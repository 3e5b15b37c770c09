import tailwind from './tailwind.config'

// HSTS and upgrade-insecure-requests would break plain HTTP on loopback, where the product is served by default.
const isDevelopment = process.env.NODE_ENV === 'development'

export default defineNuxtConfig({
  compatibilityDate: '2026-05-01',
  srcDir: '.',
  dir: { app: '.' },
  // Tests and development build beside a running product, so every build folder can be moved.
  buildDir: process.env.LANTHORN_BUILD_DIR ?? '.nuxt',
  telemetry: false,
  devtools: { enabled: false },
  ssr: true,
  modules: [
    '@nuxtjs/tailwindcss',
    '@pinia/nuxt',
    'nuxt-auth-utils',
    'nuxt-security',
    '@nuxt/eslint',
    './modules/worker',
  ],
  components: [{ path: '~/components', pathPrefix: false }],
  css: [
    '@fontsource/fira-sans/latin-400.css',
    '@fontsource/fira-sans/latin-500.css',
    '@fontsource/fira-sans/latin-600.css',
    '@fontsource/fira-sans/latin-ext-400.css',
    '@fontsource/fira-sans/latin-ext-600.css',
    '@fontsource/fira-sans/greek-400.css',
    '@fontsource/fira-sans/greek-500.css',
    '@fontsource/fira-sans/greek-600.css',
    '@fontsource/fira-mono/latin-400.css',
    '@fontsource/fira-mono/latin-500.css',
    '~/assets/css/tokens.css',
    '~/assets/css/parts.css',
    '~/assets/css/map.css',
  ],
  // Utilities load last, so that a class on an element may adjust a part of parts.css.
  tailwindcss: { cssPath: ['~/assets/css/tailwind.css', { injectPosition: 'last' }], config: tailwind, viewer: false },
  // Who is signed in comes from /api/session, never from what a cookie says.
  auth: { loadStrategy: 'none' },
  pinia: { storesDirs: ['stores/**'] },
  typescript: { strict: true, tsConfig: { compilerOptions: { noUncheckedIndexedAccess: true } } },
  sourcemap: { server: false, client: false },
  app: {
    head: {
      htmlAttrs: { lang: 'en' },
      title: 'Lanthorn',
      link: [{ rel: 'icon', type: 'image/svg+xml', href: '/favicon.svg' }],
      meta: [{ name: 'viewport', content: 'width=device-width, initial-scale=1' }],
    },
  },
  runtimeConfig: {
    session: { name: 'lanthorn', maxAge: 60 * 60 * 12, password: '', cookie: { sameSite: 'lax', secure: false } },
  },
  nitro: {
    output: { dir: process.env.LANTHORN_OUTPUT_DIR ?? '.output' },
    typescript: { strict: true },
  },
  security: {
    csrf: { cookieKey: 'lanthorn-csrf', addCsrfTokenToEventCtx: true, methodsToProtect: ['POST', 'PUT', 'PATCH', 'DELETE'] },
    corsHandler: false,
    // The module's limiter trusts X-Forwarded-For; defineRoute limits by person and socket address instead.
    rateLimiter: false,
    // Size is checked per route by defineRoute, before the body is read.
    requestSizeLimiter: false,
    xssValidator: false,
    headers: {
      crossOriginEmbedderPolicy: isDevelopment ? 'unsafe-none' : 'require-corp',
      strictTransportSecurity: false,
      contentSecurityPolicy: {
        'upgrade-insecure-requests': false,
        'default-src': ["'self'"],
        // Without the module's fallbacks for browsers that know no nonces: those let any script in.
        'script-src': ["'self'", "'nonce-{{nonce}}'", "'strict-dynamic'"],
        'connect-src': isDevelopment ? ["'self'", 'ws:'] : ["'self'"],
        'img-src': ["'self'", 'data:', 'blob:'],
        'font-src': ["'self'"],
        'style-src': ["'self'", "'unsafe-inline'"],
        'frame-ancestors': ["'none'"],
        'form-action': ["'self'"],
        'object-src': ["'none'"],
        'base-uri': ["'none'"],
      },
    },
  },
})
------------------------------------------------------------
▶ _Problem details_: When a line in the records above contains the word "product", copy it.

▶ _Response box_:
// HSTS and upgrade-insecure-requests would break plain HTTP on loopback, where the product is served by default.
  // Tests and development build beside a running product, so every build folder can be moved.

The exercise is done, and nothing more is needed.